NO_COLOR=true semgrep -c ../../../../rules/mastg-android-debuggable-flag.yml ./AndroidManifest_reversed.xml > output.txt

Observation

The rule has identified the android:debuggable attribute in the AndroidManifest.

┌────────────────┐
│ 1 Code Finding │
└────────────────┘

    AndroidManifest_reversed.xml
    ❯❱ mastg-android-debuggable-flag
          [MASVS-RESILIENCE-4] debuggable detected as true.

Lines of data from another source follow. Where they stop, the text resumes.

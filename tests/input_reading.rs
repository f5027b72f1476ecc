//! What well-formed input becomes: SI values, positions, pass-through, settings; and what no input may do (panic, run on).

use std::io::{Cursor, Read, Write};
use std::ops::ControlFlow;

use geo::{Area, Contains, Point};
use proptest::prelude::*;
use spallcast::fire::exposure::ExposureClass;
use spallcast::input::{
    BoulderFeature, Duplicates, InputError, Properties, read_boulders, read_boulders_from, read_burns, read_settings,
    read_trails,
};
use spallcast::rock::{Catalogue, Property};
use spallcast::settings::Settings;
use spallcast::site::{Contact, GroundAfter, Kind, Moisture, RockChoice, Support, Weathering};

/// Rounding of one or two products, relative.
const ROUNDING: f64 = 1e-14;

fn close(a: f64, b: f64) -> bool {
    (a - b).abs() <= ROUNDING * b.abs()
}

fn read(name: &str, bytes: impl AsRef<[u8]>) -> Result<Vec<BoulderFeature>, InputError> {
    let mut features = Vec::new();
    let source = Cursor::new(bytes.as_ref().to_vec());
    read_boulders_from(source, name, &Catalogue::embedded(), Duplicates::LeaveToCaller, |f| {
        features.push(f);
        ControlFlow::Continue(())
    })?;
    Ok(features)
}

fn file(name: &str, content: &str) -> (tempfile::TempDir, std::path::PathBuf) {
    let folder = tempfile::tempdir().unwrap();
    let path = folder.path().join(name);
    std::fs::write(&path, content).unwrap();
    (folder, path)
}

fn collection(features: &[String]) -> String {
    format!("{{\"type\":\"FeatureCollection\",\"features\":[{}]}}", features.join(","))
}

fn feature(geometry: &str, properties: &str) -> String {
    format!("{{\"type\":\"Feature\",\"geometry\":{geometry},\"properties\":{properties}}}")
}

const PLACE: &str = r#"{"type":"Point","coordinates":[-119.5,37.7,2100.25]}"#;

#[test]
fn every_column_arrives_in_si() {
    // Expected values converted by hand.
    let properties = r#"{"boulder_id":"A-1","rock":"granodiorite","diameter_m":1.5,"kind":"outcrop",
        "diffusivity_mm2_s":1.2,"diffusivity_gsd":1.3,"residence_min":2.5,"exposure":"Heavy dead wood",
        "heated_fraction":0.4,"standoff_m":3,"log_diameter_m":0.5,"weathering":"moderate","rind_mm":12,"moisture":"damp",
        "density_kg_m3":2650,"tensile_strength_mpa":8,"youngs_modulus_gpa":50,
        "slope_deg":31,"downslope_azimuth_deg":180,"contact":"burnt_duff","seat_depth_m":0.1,"centroid_setback_m":0.5,
        "centroid_height_m":0.6,"support":"burnt_through","base_scar_mm":40,"elevation_sd_m":2,
        "observed_on":"2026-08-14T16:20:00-07:00"}"#;
    let features = read("b.geojson", collection(&[feature(PLACE, properties)])).unwrap();
    assert!(features[0].remarks.is_empty(), "{:?}", features[0].remarks);
    let b = features[0].boulder.as_ref().unwrap();
    assert_eq!(b.rock, RockChoice::Named("granite".to_owned()));
    assert_eq!((b.kind, b.radius_m, b.axes_m), (Kind::Outcrop, Some(0.75), None));
    assert_eq!((b.position.lon_deg, b.position.lat_deg, b.position.height_m), (-119.5, 37.7, Some(2100.25)));
    let h = &b.heating;
    assert!(close(h.diffusivity_m2_s.unwrap(), 1.2e-6));
    assert_eq!((h.diffusivity_gsd, h.residence_s), (Some(1.3), Some(150.0)));
    assert_eq!(h.exposure, Some(ExposureClass::HeavyDeadWood));
    assert_eq!((h.heated_fraction, h.standoff_m, h.log_diameter_m), (Some(0.4), Some(3.0), Some(0.5)));
    assert_eq!((h.weathering, h.rind_m, h.moisture), (Some(Weathering::Moderate), Some(0.012), Some(Moisture::Damp)));
    let figures = [(Property::Density, 2650.0), (Property::YoungsModulus, 5e10), (Property::TensileStrength, 8e6)];
    assert_eq!(h.properties, figures);
    let s = &b.standing;
    assert_eq!((s.slope_deg, s.downslope_azimuth_deg, s.contact), (Some(31.0), Some(180.0), Some(Contact::BurntDuff)));
    assert_eq!((s.seat_depth_m, s.centroid_setback_m, s.centroid_height_m), (Some(0.1), Some(0.5), Some(0.6)));
    assert_eq!((s.support, s.base_scar_m, s.elevation_sd_m), (Some(Support::BurntThrough), Some(0.04), Some(2.0)));
    assert_eq!(s.observed_on, Some(jiff::civil::date(2026, 8, 14)));
}
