//! One boulder through time and depth as one SVG: four panels that read in grey print.
//!
//! Temperature through time at several depths; temperature through depth at several times; skin stress through depth at
//! the same times against the compressive strength; tension across planes parallel to the face through time against the
//! strength of a slab. Spall events are marked. With an ensemble: the 5 to 95 % range of the spall thickness, and one panel
//! more for each depth with the band of the draws ([`super::probe_bands`]). Curves are told apart by dashes and letters,
//! not by colour alone. Field units: C, mm, MPa.
//!
//! Curves, events and dots are those of the medians; the strength bands are the catalogue's 5 to 95 % quantiles, cold.

use std::fmt::Write;

use super::chart::{Anchor, Axis, Panel, STROKES, escaped};
use super::probe_bands;
use crate::assess::bands::TemperatureBands;
use crate::assess::probe::Probe;
use crate::output::probe_table::{EnsembleRun, Subject};
use crate::spall::outcome::Event;
use crate::units::{MM_PER_M, PA_PER_MPA, SECONDS_PER_MINUTE, celsius};

/// Width and height of the drawing without bands.
pub const SIZE: (f64, f64) = (1240.0, 1000.0);
/// Curves in one panel at most.
pub const CURVES_MAX: usize = STROKES.len();
/// Depths are shown down to where the rise stays below this share of the face's.
const SHOWN_RISE: f64 = 0.01;
/// Two depths get curves of their own when their peaks differ by this share of the panel.
const CURVE_APART: f64 = 0.06;
const SECONDS_PER_HOUR: f64 = 3600.0;
/// From one event's text to the next.
const EVENT_ROW: f64 = 16.0;
/// From one row of a key to the next, and where the key begins as a share of the panel's width.
const KEY_ROW: f64 = 19.0;
const KEY_FROM: f64 = 0.64;
/// Room for an event's text beside its line.
const EVENT_TEXT: f64 = 150.0;

/// A strength with its spread, Pa.
#[derive(Debug, Clone, Copy, PartialEq)]
pub struct Strength {
    /// 5 % quantile.
    pub low_pa: f64,
    /// That of the medians.
    pub middle_pa: f64,
    /// 95 % quantile.
    pub high_pa: f64,
}

/// What a plot shows.
#[derive(Debug, Clone, Copy)]
pub struct ProbePlot<'a> {
    /// Who or what was probed.
    pub subject: &'a Subject,
    /// Its account, with depths close enough together for curves.
    pub probe: &'a Probe,
    /// Depths that may get a curve through time, m; each is among those of `probe`.
    pub curve_depth_m: &'a [f64],
    /// Times that get a curve through depth, s; empty for the plot's own choice.
    pub curve_time_s: &'a [f64],
    /// Uniaxial compressive strength, cold.
    pub compressive: Strength,
    /// Strength against a slab, cold.
    pub slab: Strength,
    /// The ensemble beside the medians.
    pub ensemble: Option<&'a EnsembleRun>,
    /// Bands of the ensemble's temperatures at the depths that may get a curve.
    pub bands: Option<&'a TemperatureBands>,
}

/// Depths close enough together for smooth curves: `asked` and 80 more, denser near the face, down to `deepest_m`.
pub fn plot_depths(asked: &[f64], deepest_m: f64) -> Vec<f64> {
    const COUNT: usize = 80;
    let share = |i: usize| i as f64 / COUNT as f64;
    let mut depths: Vec<f64> = (0..=COUNT).map(|i| deepest_m * share(i) * share(i)).collect();
    depths.extend(asked.iter().filter(|z| **z <= deepest_m));
    depths.sort_by(f64::total_cmp);
    depths.dedup();
    depths
}

/// A time as people say it.
fn time_text(seconds: f64) -> String {
    if seconds < 2.0 * SECONDS_PER_MINUTE {
        format!("{seconds:.0} s")
    } else if seconds < 2.0 * SECONDS_PER_HOUR {
        format!("{:.1} min", seconds / SECONDS_PER_MINUTE)
    } else {
        format!("{:.1} h", seconds / SECONDS_PER_HOUR)
    }
}

/// The unit of the time axis: seconds in it, and its word.
pub(super) fn time_unit(end_s: f64) -> (f64, &'static str) {
    if end_s <= 5.0 * SECONDS_PER_MINUTE {
        (1.0, "s")
    } else if end_s <= 5.0 * SECONDS_PER_HOUR {
        (SECONDS_PER_MINUTE, "min")
    } else {
        (SECONDS_PER_HOUR, "h")
    }
}

pub(super) fn millimetres(depth_m: f64) -> String {
    let mm = (depth_m * MM_PER_M * 10.0).round() / 10.0;
    format!("{mm} mm")
}
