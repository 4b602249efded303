package tideband.colour;

import static org.assertj.core.api.Assertions.assertThat;
import static org.assertj.core.api.Assertions.within;

import java.io.IOException;
import java.io.InputStream;
import java.nio.charset.StandardCharsets;
import java.util.Arrays;
import java.util.List;
import java.util.Objects;
import net.jqwik.api.ForAll;
import net.jqwik.api.Property;
import net.jqwik.api.constraints.DoubleRange;
import org.junit.jupiter.api.Test;
import org.junit.jupiter.params.ParameterizedTest;
import org.junit.jupiter.params.provider.MethodSource;

class Ciede2000Test {

    /** Reference: Sharma, Wu and Dalal (2005), table 1, every row of the file, both ways; printed to 4 decimals. */
    @ParameterizedTest
    @MethodSource("sharmaPairs")
    void agreesWithThePublishedPairs(double[] row) {
        Lab first = new Lab(row[0], row[1], row[2]);
        Lab second = new Lab(row[3], row[4], row[5]);
        assertThat(Ciede2000.between(first, second)).isCloseTo(row[6], within(0.5e-4 + 1e-9));
        assertThat(Ciede2000.between(second, first)).isCloseTo(row[6], within(0.5e-4 + 1e-9));
    }

    @Test
    void thePublishedTableIsWhole() throws IOException {
        // Reference: table 1 of Sharma, Wu and Dalal (2005) numbers its pairs 1 to 34.
        assertThat(sharmaPairs()).hasSize(34);
    }

    static List<double[]> sharmaPairs() throws IOException {
        try (InputStream stream =
                Objects.requireNonNull(Ciede2000Test.class.getResourceAsStream("ciede2000-sharma-2005.csv"))) {
            return new String(stream.readAllBytes(), StandardCharsets.UTF_8)
                    .lines()
                    .filter(line -> !line.startsWith("#") && !line.startsWith("L1"))
                    .map(line -> Arrays.stream(line.split(",", -1))
                            .mapToDouble(Double::parseDouble)
                            .toArray())
                    .toList();
        }
    }

    /** Property: a difference is the same both ways and nothing from itself. */
    @Property(tries = 500)
    void isSymmetricAndZeroForEquals(
            @ForAll @DoubleRange(min = 0, max = 100) double l,
            @ForAll @DoubleRange(min = -90, max = 90) double a,
            @ForAll @DoubleRange(min = -90, max = 90) double b) {
        Lab one = new Lab(l, a, b);
        Lab other = new Lab(100 - l, b, 0.5 * a);
        assertThat(Ciede2000.between(one, one)).isZero();
        assertThat(Ciede2000.between(one, other)).isCloseTo(Ciede2000.between(other, one), within(1e-9));
    }
}
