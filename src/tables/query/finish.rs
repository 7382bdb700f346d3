//! From the groups of a query to its table.

use std::sync::Arc;

use arrow::array::{ArrayRef, BooleanArray, RecordBatch, UInt32Array};
use arrow::compute::{SortColumn, SortOptions, filter_record_batch, lexsort_to_indices, take_record_batch};
use arrow::datatypes::{Field, Schema};
use polars::prelude as pl;

use super::accumulate::truths;
use super::{Query, QueryTally, keys};
use crate::columnar::bridge::{self, Handed};
use crate::columnar::sql::Expression;
use crate::error::{Error, Result};
use crate::tables::Table;
use crate::tables::keys::Value;

/// Name of the column that holds key `i` in the frame of groups.
pub fn key_name(i: usize) -> String {
    format!("key {i}")
}

/// Name of the column that holds the result of aggregate `i`.
pub fn aggregate_name(i: usize) -> String {
    format!("aggregate {i}")
}

impl Query {
    /// The table, from all rows added up.
    ///
    /// # Errors
    /// A sum of integers beyond 64 bits; a fault of an evaluation.
    pub fn finish(&self, tally: &QueryTally) -> Result<Table> {
        let groups = self.groups(tally)?;
        let evaluate = |e: &Expression| bridge::array(e.evaluate_on(&groups)?.as_materialized_series());
        let selected = self.selected.iter().map(|(_, e)| evaluate(e)).collect::<Result<Vec<ArrayRef>>>()?;
        let fields: Vec<Field> = self
            .selected
            .iter()
            .zip(&selected)
            .map(|((name, _), a)| Field::new(name, a.data_type().clone(), true))
            .collect();
        let failed = |e: arrow::error::ArrowError| Error::failed(e.to_string());
        let mut batch = RecordBatch::try_new(Arc::new(Schema::new(fields)), selected).map_err(failed)?;

        // The row number as the last sort key keeps the order of the group keys where ORDER BY leaves it open.
        let number = UInt32Array::from_iter_values(0..groups.height() as u32);
        let mut sort = Vec::with_capacity(self.order.len() + 1);
        for order in &self.order {
            let options = SortOptions { descending: order.descending, nulls_first: order.nulls_first };
            sort.push(SortColumn { values: evaluate(&order.by)?, options: Some(options) });
        }
        sort.push(SortColumn { values: Arc::new(number), options: None });
        let sorted = lexsort_to_indices(&sort, None).map_err(failed)?;
        batch = take_record_batch(&batch, &sorted).map_err(failed)?;
        if let Some(having) = &self.having {
            let kept = truths(&having.evaluate_on(&groups)?)?;
            let kept: BooleanArray = sorted.values().iter().map(|row| Some(kept[*row as usize])).collect();
            batch = filter_record_batch(&batch, &kept).map_err(failed)?;
        }
        let skip = self.skip.min(batch.num_rows());
        let rows = self.limit.unwrap_or(usize::MAX).min(batch.num_rows() - skip);
        Ok(Table { name: self.name.clone(), batch: batch.slice(skip, rows), description: self.sql.clone() })
    }

    /// One row a group, in the order of the keys: the keys and the results of the aggregates.
    fn groups(&self, tally: &QueryTally) -> Result<pl::DataFrame> {
        let order = tally.sorted();
        let mut keys: Vec<Builder> = self.keys.iter().map(|k| Builder::new(k.kind())).collect();
        let mut text = String::new();
        for (key, _) in &order {
            let mut rest = *key;
            for builder in &mut keys {
                builder.push(keys::read(&mut rest, builder.kind(), &mut text).ok_or_else(crate::tables::stranger)?);
            }
        }
        let keys = keys.into_iter().enumerate().map(|(i, b)| b.finish(&key_name(i)));
        let mut columns: Vec<pl::Column> = keys.collect();
        for (i, (aggregate, store)) in self.aggregates.iter().zip(&tally.stores).enumerate() {
            let mut builder = Builder::new(aggregate.kind());
            store.pick(order.iter().map(|(_, group)| *group)).results(aggregate, |value| builder.push(value))?;
            columns.push(builder.finish(&aggregate_name(i)));
        }
        pl::DataFrame::new(order.len(), columns).map_err(|e| Error::failed(e.to_string()))
    }
}

/// A polars column that grows by values.
enum Builder {
    Boolean(Vec<Option<bool>>),
    Integer(Vec<Option<i64>>),
    Unsigned(Vec<Option<u64>>),
    Float32(Vec<Option<f32>>),
    Float64(Vec<Option<f64>>),
    Text(Vec<Option<String>>),
}

impl Builder {
    fn new(kind: Handed) -> Self {
        match kind {
            Handed::Boolean => Self::Boolean(Vec::new()),
            Handed::Integer => Self::Integer(Vec::new()),
            Handed::Unsigned => Self::Unsigned(Vec::new()),
            Handed::Float32 => Self::Float32(Vec::new()),
            Handed::Float64 => Self::Float64(Vec::new()),
            Handed::Text => Self::Text(Vec::new()),
        }
    }

    fn kind(&self) -> Handed {
        match self {
            Self::Boolean(_) => Handed::Boolean,
            Self::Integer(_) => Handed::Integer,
            Self::Unsigned(_) => Handed::Unsigned,
            Self::Float32(_) => Handed::Float32,
            Self::Float64(_) => Handed::Float64,
            Self::Text(_) => Handed::Text,
        }
    }

    /// Appends a value of the builder's type; any other is null.
    fn push(&mut self, value: Value) {
        match (self, value) {
            (Self::Boolean(v), Value::Boolean(b)) => v.push(Some(b)),
            (Self::Integer(v), Value::Integer(n)) => v.push(Some(n)),
            (Self::Unsigned(v), Value::Unsigned(n)) => v.push(Some(n)),
            (Self::Float32(v), Value::Real(x)) => v.push(Some(x as f32)),
            (Self::Float64(v), Value::Real(x)) => v.push(Some(x)),
            (Self::Text(v), Value::Text(text)) => v.push(Some(text.to_string())),
            (Self::Boolean(v), _) => v.push(None),
            (Self::Integer(v), _) => v.push(None),
            (Self::Unsigned(v), _) => v.push(None),
            (Self::Float32(v), _) => v.push(None),
            (Self::Float64(v), _) => v.push(None),
            (Self::Text(v), _) => v.push(None),
        }
    }

    fn finish(self, name: &str) -> pl::Column {
        use pl::NamedFrom;
        let name: pl::PlSmallStr = name.into();
        pl::Column::from(match self {
            Self::Boolean(v) => pl::Series::new(name, v),
            Self::Integer(v) => pl::Series::new(name, v),
            Self::Unsigned(v) => pl::Series::new(name, v),
            Self::Float32(v) => pl::Series::new(name, v),
            Self::Float64(v) => pl::Series::new(name, v),
            Self::Text(v) => pl::Series::new(name, v),
        })
    }
}
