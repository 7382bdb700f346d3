//! The aggregates: one store for each call, one entry a group; adding and merging commute, bit by bit.

use polars::prelude as pl;
use serde::{Deserialize, Serialize};

use super::{Aggregate, Function};
use crate::columnar::bridge::Handed;
use crate::error::{Error, Result};
use crate::numerics::exact_sum::{ExactSum, Moments};
use crate::tables::keys::Value;

/// Group of a row that is left out.
pub const NONE: u32 = u32::MAX;

/// The entries of one aggregate.
#[derive(Debug, Clone, Serialize, Deserialize)]
pub enum Store {
    /// Rows, or values that are not null.
    Counts(Vec<u64>),
    /// Number and sum of integers (booleans count 0 and 1).
    Integers(Vec<(u64, i128)>),
    /// Number and sum of floats.
    Reals(Vec<(u64, ExactSum)>),
    /// Number, sum and sum of squares.
    Moments(Vec<Moments>),
    /// Least value so far.
    Least(Vec<Option<Extreme>>),
    /// Greatest value so far.
    Greatest(Vec<Option<Extreme>>),
}

/// A value that is kept. Floats are kept as their bits: the ledger is text, and must not round.
#[derive(Debug, Clone, PartialEq, Eq, PartialOrd, Ord, Serialize, Deserialize)]
pub enum Extreme {
    /// False before true.
    Boolean(bool),
    /// Signed.
    Integer(i64),
    /// Unsigned.
    Unsigned(u64),
    /// A float, as an integer that sorts like it.
    Real(i64),
    /// Text, by bytes.
    Text(String),
}

/// A finite float as an integer in the same order, and back; -0 becomes 0.
fn sortable(x: f64) -> i64 {
    let bits = (x + 0.0).to_bits() as i64;
    bits ^ ((bits >> 63) as u64 >> 1) as i64
}

fn unsorted(n: i64) -> f64 {
    f64::from_bits((n ^ ((n >> 63) as u64 >> 1) as i64) as u64)
}

impl Extreme {
    fn of(value: &Value) -> Option<Self> {
        Some(match value {
            Value::Null => return None,
            Value::Boolean(b) => Self::Boolean(*b),
            Value::Integer(n) => Self::Integer(*n),
            Value::Unsigned(n) => Self::Unsigned(*n),
            Value::Real(x) => Self::Real(sortable(*x)),
            Value::Text(text) => Self::Text((*text).to_string()),
        })
    }

    fn value(&self) -> Value<'_> {
        match self {
            Self::Boolean(b) => Value::Boolean(*b),
            Self::Integer(n) => Value::Integer(*n),
            Self::Unsigned(n) => Value::Unsigned(*n),
            Self::Real(n) => Value::Real(unsorted(*n)),
            Self::Text(text) => Value::Text(text),
        }
    }
}

fn fault() -> Error {
    Error::failed("An SQL expression gave another type than it should; this is a fault of the program.")
}

/// Calls `f` with each row's number and value.
pub fn each_value(column: &pl::Column, mut f: impl FnMut(usize, Value)) -> Result<()> {
    let series = column.as_materialized_series();
    macro_rules! each {
        ($values:expr, $make:expr) => {
            $values.map_err(|_| fault())?.iter().enumerate().for_each(|(row, x)| f(row, x.map_or(Value::Null, $make)))
        };
    }
    match series.dtype() {
        pl::DataType::Boolean => each!(series.bool(), Value::Boolean),
        pl::DataType::Int64 => each!(series.i64(), Value::Integer),
        pl::DataType::UInt64 => each!(series.u64(), Value::Unsigned),
        pl::DataType::Float32 => each!(series.f32(), |x| Value::Real(f64::from(x))),
        pl::DataType::Float64 => each!(series.f64(), Value::Real),
        pl::DataType::String => each!(series.str(), Value::Text),
        _ => return Err(fault()),
    }
    Ok(())
}

/// Which rows a condition is true for; null is not true.
pub fn truths(column: &pl::Column) -> Result<Vec<bool>> {
    let values = column.as_materialized_series();
    Ok(values.bool().map_err(|_| fault())?.iter().map(|x| x == Some(true)).collect())
}

impl Store {
    /// An empty store for an aggregate.
    pub fn new(aggregate: &Aggregate) -> Self {
        let whole = matches!(aggregate.argument_kind(), Handed::Boolean | Handed::Integer | Handed::Unsigned);
        match aggregate.function {
            Function::Count => Self::Counts(Vec::new()),
            Function::Sum | Function::Mean if whole => Self::Integers(Vec::new()),
            Function::Sum | Function::Mean => Self::Reals(Vec::new()),
            Function::Min => Self::Least(Vec::new()),
            Function::Max => Self::Greatest(Vec::new()),
            Function::Variance { .. } => Self::Moments(Vec::new()),
        }
    }

    /// True if this is a store for `aggregate`.
    pub fn fits(&self, aggregate: &Aggregate) -> bool {
        std::mem::discriminant(self) == std::mem::discriminant(&Self::new(aggregate))
    }

    /// Number of entries.
    pub fn len(&self) -> usize {
        match self {
            Self::Counts(v) => v.len(),
            Self::Integers(v) => v.len(),
            Self::Reals(v) => v.len(),
            Self::Moments(v) => v.len(),
            Self::Least(v) | Self::Greatest(v) => v.len(),
        }
    }

    /// Makes an entry for one more group.
    pub fn grow(&mut self) {
        match self {
            Self::Counts(v) => v.push(0),
            Self::Integers(v) => v.push((0, 0)),
            Self::Reals(v) => v.push(Default::default()),
            Self::Moments(v) => v.push(Moments::default()),
            Self::Least(v) | Self::Greatest(v) => v.push(None),
        }
    }

    /// The entries of the given groups, in their order.
    pub fn pick(&self, groups: impl Iterator<Item = u32>) -> Self {
        let groups = groups.map(|g| g as usize);
        match self {
            Self::Counts(v) => Self::Counts(groups.map(|g| v[g]).collect()),
            Self::Integers(v) => Self::Integers(groups.map(|g| v[g]).collect()),
            Self::Reals(v) => Self::Reals(groups.map(|g| v[g].clone()).collect()),
            Self::Moments(v) => Self::Moments(groups.map(|g| v[g].clone()).collect()),
            Self::Least(v) => Self::Least(groups.map(|g| v[g].clone()).collect()),
            Self::Greatest(v) => Self::Greatest(groups.map(|g| v[g].clone()).collect()),
        }
    }

    /// Adds a batch: row `i` belongs to `groups[i]`, has the i-th value of `argument`, and counts if `filter[i]`.
    pub fn add(
        &mut self,
        aggregate: &Aggregate,
        groups: &[u32],
        filter: Option<&[bool]>,
        argument: Option<&pl::Column>,
    ) -> Result<()> {
        let group_of = |row: usize| {
            let counts = groups[row] != NONE && filter.is_none_or(|f| f[row]);
            counts.then_some(groups[row] as usize)
        };
        let Some(argument) = argument else {
            let Self::Counts(counts) = self else { return Err(fault()) };
            (0..groups.len()).filter_map(group_of).for_each(|group| counts[group] += 1);
            return Ok(());
        };
        if argument.len() != groups.len() {
            return Err(fault());
        }
        let greatest = aggregate.function == Function::Max;
        each_value(argument, |row, value| {
            let Some(group) = group_of(row) else { return };
            if value == Value::Null {
                return;
            }
            match self {
                Self::Counts(v) => v[group] += 1,
                Self::Integers(v) => {
                    v[group].0 += 1;
                    v[group].1 += integer(&value);
                }
                Self::Reals(v) => {
                    v[group].0 += 1;
                    v[group].1.add(real(&value));
                }
                Self::Moments(v) => v[group].add(real(&value)),
                Self::Least(v) | Self::Greatest(v) => keep(&mut v[group], Extreme::of(&value), greatest),
            }
        })
    }

    /// Adds the entries of another store; its group `i` is `to[i]` here. `None` if it is of another form.
    pub fn merge(&mut self, other: &Store, to: &[u32]) -> Option<()> {
        let at = |i: usize| to[i] as usize;
        match (&mut *self, other) {
            (Self::Counts(a), Self::Counts(b)) => b.iter().enumerate().for_each(|(i, n)| a[at(i)] += n),
            (Self::Integers(a), Self::Integers(b)) => b.iter().enumerate().for_each(|(i, (count, sum))| {
                a[at(i)].0 += count;
                a[at(i)].1 += sum;
            }),
            (Self::Reals(a), Self::Reals(b)) => b.iter().enumerate().for_each(|(i, (count, sum))| {
                a[at(i)].0 += count;
                a[at(i)].1.merge(sum);
            }),
            (Self::Moments(a), Self::Moments(b)) => b.iter().enumerate().for_each(|(i, m)| a[at(i)].merge(m)),
            (Self::Least(a), Self::Least(b)) => {
                b.iter().enumerate().for_each(|(i, x)| keep(&mut a[at(i)], x.clone(), false));
            }
            (Self::Greatest(a), Self::Greatest(b)) => {
                b.iter().enumerate().for_each(|(i, x)| keep(&mut a[at(i)], x.clone(), true));
            }
            _ => return None,
        }
        Some(())
    }

    /// Calls `f` with the result for each group.
    ///
    /// # Errors
    /// A sum of integers beyond 64 bits.
    pub fn results(&self, aggregate: &Aggregate, mut f: impl FnMut(Value)) -> Result<()> {
        let mean = aggregate.function == Function::Mean;
        let finite = |x: f64| if x.is_finite() { Value::Real(x) } else { Value::Null };
        match self {
            Self::Counts(v) => v.iter().for_each(|n| f(Value::Integer(*n as i64))),
            Self::Integers(v) => {
                for (count, sum) in v {
                    if *count == 0 {
                        f(Value::Null);
                    } else if mean {
                        f(finite(*sum as f64 / *count as f64));
                    } else {
                        let sum = i64::try_from(*sum).map_err(|_| {
                            Error::failed(format!(
                                "{} is beyond 64 bits; write SUM(CAST(... AS DOUBLE)) instead.",
                                aggregate.text
                            ))
                        })?;
                        f(Value::Integer(sum));
                    }
                }
            }
            Self::Reals(v) => v.iter().for_each(|(count, sum)| {
                f(match (*count, mean) {
                    (0, _) => Value::Null,
                    (n, true) => finite(sum.value() / n as f64),
                    (_, false) => finite(sum.value()),
                });
            }),
            Self::Moments(v) => {
                let Function::Variance { less, root } = aggregate.function else { return Err(fault()) };
                v.iter().for_each(|m| {
                    let variance = m.variance(less).map(|x| if root { x.sqrt() } else { x });
                    f(variance.map_or(Value::Null, finite));
                });
            }
            Self::Least(v) | Self::Greatest(v) => {
                v.iter().for_each(|x| f(x.as_ref().map_or(Value::Null, Extreme::value)));
            }
        }
        Ok(())
    }
}

fn keep(kept: &mut Option<Extreme>, new: Option<Extreme>, greatest: bool) {
    let Some(new) = new else { return };
    let better = kept.as_ref().is_none_or(|old| if greatest { new > *old } else { new < *old });
    if better {
        *kept = Some(new);
    }
}

fn integer(value: &Value) -> i128 {
    match value {
        Value::Boolean(b) => i128::from(*b),
        Value::Integer(n) => i128::from(*n),
        Value::Unsigned(n) => i128::from(*n),
        _ => 0,
    }
}

fn real(value: &Value) -> f64 {
    match value {
        Value::Real(x) => *x,
        other => integer(other) as f64,
    }
}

            5┆ <application android:allowBackup="true"                                           
               android:appComponentFactory="androidx.core.app.CoreComponentFactory"              
               android:dataExtractionRules="@xml/data_extraction_rules" android:debuggable="true"
               android:extractNativeLibs="false" android:fullBackupContent="@xml/backup_rules"   
               android:icon="@mipmap/ic_launcher" android:label="@string/app_name"               
               android:roundIcon="@mipmap/ic_launcher_round" android:supportsRtl="true"          
               android:theme="@style/Theme.MASTestApp">                                                                           

Evaluation

The test case fails because the android:debuggable attribute is explicitly set to true.